Instead of coding a double insert in the application which is not really the purpose of the application, you can use integrated triggers to keep a trace of the changes in your Database.
The good thing is that you will keep the integrity of the history table despite the changes in your application.
Let’s start with the exemple :
We have a table called Host with some information that I want to keep (ip/name) if someone try to change them
select column_name,DATA_TYPE from information_schema.columns where table_name=’Host’;
+-------------------+-----------+ | column_name | DATA_TYPE | +-------------------+-----------+ | Host_id | int | | Host_name | varchar | | Host_ip | varchar | | Host_timestamp | timestamp | | Host_lastuser | varchar | +-------------------+-----------+
Here is the History table
mysql> desc History_table; +-------------------------+--------------+------+-----+-------------------+-----------------------------+ | Field | Type | Null | Key | Default | Extra | +-------------------------+--------------+------+-----+-------------------+-----------------------------+ | History_table_id | int(11) | NO | PRI | NULL | auto_increment | | History_table_name | varchar(255) | YES | | NULL | | | History_table_field | varchar(255) | YES | | NULL | | | History_table_id_field | int(11) | YES | | NULL | | | History_table_old_value | varchar(255) | YES | | NULL | | | History_table_new_value | varchar(255) | YES | | NULL | | | History_table_user | varchar(255) | YES | | NULL | | | History_table_timestamp | timestamp | NO | | CURRENT_TIMESTAMP | on update CURRENT_TIMESTAMP | +-------------------------+--------------+------+-----+-------------------+-----------------------------+
Let ‘s create a trigger that will copy an old value to the history table if it is changed when someone edits a row.

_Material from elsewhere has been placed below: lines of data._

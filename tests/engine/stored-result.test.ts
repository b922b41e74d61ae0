/**
 * A calc sheet drawn next year from the database draws the same diagrams: the model JSON and the result JSON
 * (resultToJson) are all restoreResult needs, with nothing kept in the analysing process.
 */
import { describe, it, expect } from "vitest";
import { readFileSync } from "node:fs";
import path from "node:path";
import {
  analyze,
  memberDiagram,
  memberEndForces,
  memberEnvelope,
  nodeDisplacement,
  nodeReaction,
  restoreResult,
  resultToCanonicalJson,
  resultToJson,
  type AnalysisResult,
  type ModelInput,
} from "@/lib/engine";
import { randomRichFrame } from "./random-rich-frames";

const root = path.resolve(import.meta.dirname, "../..");
const example = (name: string) =>
  JSON.parse(readFileSync(path.join(root, "content/engine-examples", name), "utf8")) as ModelInput;
const portal = example("portal-frame.json");

function analyzeOrThrow(model: unknown): AnalysisResult {
  const out = analyze(model);
  if (!out.ok) throw new Error(JSON.stringify(out.errors));
  return out.result;
}

/** What a run stores: two JSON texts. Read back with JSON.parse, they share no object with the analysis. */
function storeAndRestore(model: ModelInput, result: AnalysisResult, points = 0): AnalysisResult {
  const storedModel = JSON.stringify(model);
  const storedResult = JSON.stringify(resultToJson(result, { points }));
  const restored = restoreResult(JSON.parse(storedModel), JSON.parse(storedResult));
  if (!restored.ok) throw new Error(JSON.stringify(restored.errors));
  return restored.result;
}

/** The same numbers: JSON text compares every value exactly (and prints −0 as 0, as storage does). */
function expectSame(actual: unknown, expected: unknown): void {
  expect(JSON.stringify(actual)).toBe(JSON.stringify(expected));
}

function expectSameDiagrams(restored: AnalysisResult, original: AnalysisResult): void {
  // Vectors, checks and sources (the order in which a combination adds up its cases' span loads).
  expectSame(restored.loadCases, original.loadCases);
  expectSame(restored.combinations, original.combinations);
  const ids = [...Object.keys(original.loadCases), ...Object.keys(original.combinations)];
  for (const memberId of original.memberIds) {
    for (const id of ids) {
      const before = memberDiagram(original, memberId, id, { points: 21 });
      const after = memberDiagram(restored, memberId, id, { points: 21 });
      expectSame(after.quantities, before.quantities);
      expectSame(after.extremes, before.extremes);
      expectSame(after.samples, before.samples);
      for (const f of [0, 0.13, 0.5, 0.77, 1]) {
        for (const side of ["left", "right"] as const)
          expectSame(after.valueAt(f * after.length, side), before.valueAt(f * before.length, side));
      }
    }
    for (const envelopeId of Object.keys(original.envelopes))
      expectSame(
        memberEnvelope(restored, memberId, envelopeId, { points: 15 }),
        memberEnvelope(original, memberId, envelopeId, { points: 15 }),
      );
    expectSame(memberEnvelope(restored, memberId, ids, { points: 9 }), memberEnvelope(original, memberId, ids, { points: 9 }));
  }
}

describe("diagrams from the stored model and result alone", () => {
  it("the portal frame: every member, load case, combination and envelope draws identical diagrams and extremes", () => {
    const original = analyzeOrThrow(portal);
    const restored = storeAndRestore(portal, original);
    expect(restored).not.toBe(original);
    expect(restored.loadCases.G.displacements.buffer).not.toBe(original.loadCases.G.displacements.buffer);
    expectSameDiagrams(restored, original);
  });

  it("random frames with releases, truss members, springs, settlements and every load kind", () => {
    for (const seed of [1, 2, 3, 4, 5, 6, 7, 8]) {
      const model = randomRichFrame(seed, { maxStoreys: 3, maxBays: 3 });
      const original = analyzeOrThrow(model);
      expectSameDiagrams(storeAndRestore(model, original), original);
    }
  });

  it("the restored result reads and serialises exactly as the original, from JSON with or without sampled diagrams", () => {
    const original = analyzeOrThrow(portal);
    for (const points of [0, 11]) {
      const restored = storeAndRestore(portal, original, points);
      expect(resultToCanonicalJson(restored, { points: 7 })).toBe(resultToCanonicalJson(original, { points: 7 }));
      expect(JSON.stringify(resultToJson(restored, { points: 7 }))).toBe(JSON.stringify(resultToJson(original, { points: 7 })));
      expectSame(nodeDisplacement(restored, "B", "ULS-1"), nodeDisplacement(original, "B", "ULS-1"));
      expectSame(nodeReaction(restored, "A", "W"), nodeReaction(original, "A", "W"));
      expectSame(memberEndForces(restored, "beam", "SLS"), memberEndForces(original, "beam", "SLS"));
      expectSame(restored.envelopes, original.envelopes);
      expect(Object.isFrozen(restored.loadCases)).toBe(true);
    }
  });

  it("a result stored without diagram extremes (a run's record) restores to the same extremes, diagrams and JSON", () => {
    for (const [model, name] of [
      [portal, "portal"],
      [randomRichFrame(3, { maxStoreys: 3, maxBays: 2 }), "random frame 3"],
    ] as const) {
      const original = analyzeOrThrow(model);
      const stored = resultToCanonicalJson(original, { extremes: false });
      expect(stored, name).not.toContain("diagramExtremes");
      const restored = restoreResult(JSON.parse(JSON.stringify(model)), JSON.parse(stored));
      if (!restored.ok) throw new Error(JSON.stringify(restored.errors));
      expectSameDiagrams(restored.result, original);
      // The full JSON, extremes included, comes back byte for byte from the narrower one.
      expect(resultToCanonicalJson(restored.result), name).toBe(resultToCanonicalJson(original));
      expect(resultToCanonicalJson(restored.result, { extremes: false }), name).toBe(stored);
    }
  });

  it("restores from the canonical text (keys sorted) just as well", () => {
    const model = randomRichFrame(9, { maxStoreys: 2, maxBays: 3 });
    const original = analyzeOrThrow(model);
    const restored = restoreResult(JSON.parse(JSON.stringify(model)), JSON.parse(resultToCanonicalJson(original)));
    if (!restored.ok) throw new Error(JSON.stringify(restored.errors));
    expectSameDiagrams(restored.result, original);
  });

  it("keeps the identity of the engine that made the run, not the current one", () => {
    const original = analyzeOrThrow(portal);
    const stored = { ...(resultToJson(original) as object), engineVersion: "0.0.9", engineSourceHash: "f".repeat(64) };
    const restored = restoreResult(portal, JSON.parse(JSON.stringify(stored)));
    if (!restored.ok) throw new Error(JSON.stringify(restored.errors));
    expect(restored.result.engineVersion).toBe("0.0.9");
    expect(resultToJson(restored.result)).toMatchObject({ engineVersion: "0.0.9", engineSourceHash: "f".repeat(64) });
  });

  it("a stored result that does not fit its model is refused, naming the path", () => {
    const original = analyzeOrThrow(portal);
    const stored = () => JSON.parse(JSON.stringify(resultToJson(original)));
    const errorsOf = (model: unknown, json: unknown) => {
      const out = restoreResult(model, json);
      if (out.ok) throw new Error("expected restoreResult to refuse");
      return out.errors;
    };
    const missing = stored();
    delete missing.loadCases.G.displacements.C;
    expect(errorsOf(portal, missing)).toContainEqual(
      expect.objectContaining({ kind: "invalid-stored-result", path: "loadCases.G.displacements.C" }),
    );
    const factors = stored();
    factors.combinations["ULS-1"].factors.Q = 1.6;
    expect(errorsOf(portal, factors)).toContainEqual(
      expect.objectContaining({ kind: "invalid-stored-result", path: "combinations.ULS-1.factors.Q" }),
    );
    const damaged = stored();
    damaged.loadCases.W.endForces.beam.end.mz = "12";
    expect(errorsOf(portal, damaged)).toContainEqual(expect.objectContaining({ path: "loadCases.W.endForces.beam.end.mz" }));
    const otherModel = { ...portal, members: portal.members!.filter((m) => m.id !== "col-right") };
    expect(errorsOf(otherModel, stored())).toContainEqual(expect.objectContaining({ path: "loadCases.G.endForces.col-right" }));
    expect(errorsOf(portal, null)[0]).toMatchObject({ kind: "invalid-stored-result", path: "result" });
    expect(errorsOf({ nodes: "none" }, stored())[0].kind).toBe("invalid-model");
  });

  it("a parsed result that was not restored is refused by memberDiagram, pointing at restoreResult", () => {
    const parsed = JSON.parse(JSON.stringify(resultToJson(analyzeOrThrow(portal)))) as AnalysisResult;
    expect(() => memberDiagram(parsed, "beam", "G")).toThrow(/restoreResult/);
  });
});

I’m gonna keep the username of the last user that change it ‘Host_lastuser’ in ‘History_table_user’
The values that have been changed (only if they have been changed) : ‘History_table_old_value’/'History_table_new_value’

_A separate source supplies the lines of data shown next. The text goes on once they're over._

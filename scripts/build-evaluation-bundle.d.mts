// Types of scripts/build-evaluation-bundle.mjs, for the tests that build the bundle themselves.
export declare const EVALUATION_DIR: string;
export declare const MANIFEST_FILE: string;
export declare const EVALUATION_SOURCES: string[];
export declare function buildEvaluationBundle(options?: { root?: string; outDir?: string }): Promise<{
  file: string;
  sha256: string;
  bytes: number;
  gzipBytes: number;
  builtFrom: { engine: string; engineSourceHash: string; evaluation: string; esbuild: string };
}>;
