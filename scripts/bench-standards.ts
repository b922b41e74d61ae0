/**
 * npm run bench:standards — for each starting standard: the time to compile a version (read, validate, check
 * names and expressions, evaluate at its defaults and at each choice to find dimension errors), and the time
 * to evaluate it with its default inputs, warm (median of many runs), and the multi-storey frame again at
 * 10 bays × 10 storeys. Target on the 2-core machine: every starting standard evaluates in under 10 ms, the
 * multi-storey frame at 10 × 10 under 30 ms. Run through scripts/run-bundled.mjs: bundled and minified as the
 * evaluation bundle is (the code the pool and the browser run), not through tsx.
 */
import { cpus, loadavg } from "node:os";
import { compileStandard } from "../lib/standards";
import { startingStandardFiles } from "./lib/starting-standards";

function median(values: number[]): number {
  const s = [...values].sort((a, b) => a - b);
  return s[Math.floor(s.length / 2)];
}

console.log(`${cpus().length} cores, load ${loadavg()[0].toFixed(1)}; times in ms`);
console.log("standard".padEnd(44), "compile".padStart(9), "evaluate".padStart(9), "min".padStart(7));
for (const { file, source } of startingStandardFiles()) {
  // A new narrative comment each time, so the compile cache never answers.
  const compileTimes: number[] = [];
  let standard = null;
  for (let i = 0; i < 7; i++) {
    const t = performance.now();
    const out = compileStandard(`${source}\n{/* bench ${i} ${Date.now()} */}\n`);
    compileTimes.push(performance.now() - t);
    if (!out.ok) throw new Error(`${file}: ${JSON.stringify(out.problems)}`);
    standard = out.standard;
  }
  const runs: [string, Record<string, string | number>][] = [[file, {}]];
  if (file.startsWith("multi-storey-frame/")) runs.push([`${file} at 10 × 10`, { n_bays: 10, n_storeys: 10 }]);
  for (const [name, inputs] of runs) {
    for (let i = 0; i < 10; i++) standard!.evaluate(inputs);
    const evalTimes: number[] = [];
    for (let i = 0; i < 40; i++) {
      const t = performance.now();
      const out = standard!.evaluate(inputs);
      evalTimes.push(performance.now() - t);
      if (!out.ok) throw new Error(`${name}: ${JSON.stringify(out)}`);
    }
    console.log(
      name.padEnd(44),
      (name === file ? median(compileTimes.slice(1)).toFixed(1) : "").padStart(9),
      median(evalTimes).toFixed(2).padStart(9),
      Math.min(...evalTimes)
        .toFixed(2)
        .padStart(7),
    );
  }
}
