"use server";
// People management. Thin: the guard checks the session, the permission and the input; the data
// functions do the work and write their own audit events. The page is refreshed after each change.
import { revalidatePath } from "next/cache";
import type { z } from "zod";
import type { Actor } from "@/lib/auth/actor";
import type { Action } from "@/lib/auth/permissions";
import { guardedAction } from "@/lib/auth/guard";
import { deactivateUser, inviteUser, reactivateUser, setUserRole } from "@/lib/data/users";
import { revokeInvitation } from "@/lib/data/invitations";
import { revokeInvitationSchema } from "@/lib/data/invitation-schemas";
import { deactivateUserSchema, inviteUserSchema, reactivateUserSchema, setUserRoleSchema } from "@/lib/data/user-schemas";

const PAGE = "/admin/users";

/** A guarded action that hands its input and the actor to one data function, then refreshes the page. */
function peopleAction<S extends z.ZodType<object>, T>(
  schema: S,
  permission: Action,
  work: (args: z.infer<S> & { actor: Actor | null }) => Promise<T>,
) {
  return guardedAction({ schema, permission }, async (input, { actor }) => {
    const result = await work({ actor, ...input });
    revalidatePath(PAGE);
    return result;
  });
}

export const inviteUserAction = peopleAction(inviteUserSchema, "users.invite", inviteUser);

export const setUserRoleAction = peopleAction(setUserRoleSchema, "users.set-role", setUserRole);

export const deactivateUserAction = peopleAction(deactivateUserSchema, "users.deactivate", deactivateUser);

export const reactivateUserAction = peopleAction(reactivateUserSchema, "users.deactivate", reactivateUser);

export const revokeInvitationAction = peopleAction(revokeInvitationSchema, "users.invite", revokeInvitation);
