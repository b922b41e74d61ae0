// The engine's tests alone, for mutation testing (`npm run mutation:engine`, stryker.config.mjs).
// The root vitest.config.ts holds three projects (unit, integration, browser); Stryker's vitest runner
// wants one plain project, and only the engine's own tests can kill a mutant in lib/engine.
import { engineMutationConfig } from "./mutation-vitest";

export default engineMutationConfig(
  ["tests/engine/**/*.test.ts"],
  // The CLI test spawns `npm run analyze` in a child process, which Stryker's in-process
  // instrumentation cannot see; the CLI's own logic is covered through serialize.ts directly.
  ["tests/engine/cli.test.ts"],
);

You can do that for different table so I will put the name of the table in ‘History_table_name’
the name pof the field in ‘History_table_field’ and keep the primary keep value of the Host table if everything in the table has been changed ‘History_table_id_field’
DELIMITER $$
DROP TRIGGER IF EXISTS insert_host$$
DROP TRIGGER IF EXISTS update_host$$
DROP TRIGGER IF EXISTS delete_host$$
CREATE TRIGGER insert_host AFTER INSERT on Host
FOR EACH ROW
BEGIN
INSERT INTO History_table (
History_table_id,
History_table_name,
History_table_field,
History_table_id_field,
History_table_old_value,
History_table_new_value,
History_table_user,
History_table_timestamp
)
VALUES
('','Host','Host_add',NEW.Host_id, NEW.Host_name, NEW.Host_id,NEW.Host_lastuser,NOW());
END$$
CREATE TRIGGER delete_host BEFORE DELETE on Host
FOR EACH ROW
BEGIN
INSERT INTO History_table (
History_table_id,
History_table_name,
History_table_field,
History_table_id_field,
History_table_old_value,
History_table_new_value,
History_table_user,
History_table_timestamp
)
VALUES
('','Host','Host_delete',OLD.Host_id,OLD.Host_name,OLD.Host_ip,OLD.Host_lastuser,NOW());
END$$
CREATE TRIGGER update_host AFTER UPDATE on Host
FOR EACH ROW
BEGIN
IF (NEW.Host_name != OLD.Host_name) THEN
INSERT INTO History_table (
History_table_id,
History_table_name,
History_table_field,
History_table_id_field,
History_table_old_value,
History_table_new_value,
History_table_user,
History_table_timestamp
)
VALUES
('','Host','Host_name',NEW.Host_id, OLD.Host_name, NEW.Host_name,NEW.Host_lastuser,NOW());
END IF;
IF (NEW.Host_ip != OLD.Host_ip) THEN
INSERT INTO History_table (
History_table_id,
History_table_name,
History_table_field,
History_table_id_field,
History_table_old_value,
History_table_new_value,
History_table_user,
History_table_timestamp
)
VALUES
('','Host','Host_ip',NEW.Host_id, OLD.Host_ip, NEW.Host_ip,NEW.Host_lastuser,NOW());
END IF;
END$$More information about this triggers
{OLD|NEW}are mysql keywords to get the value before and after the commit.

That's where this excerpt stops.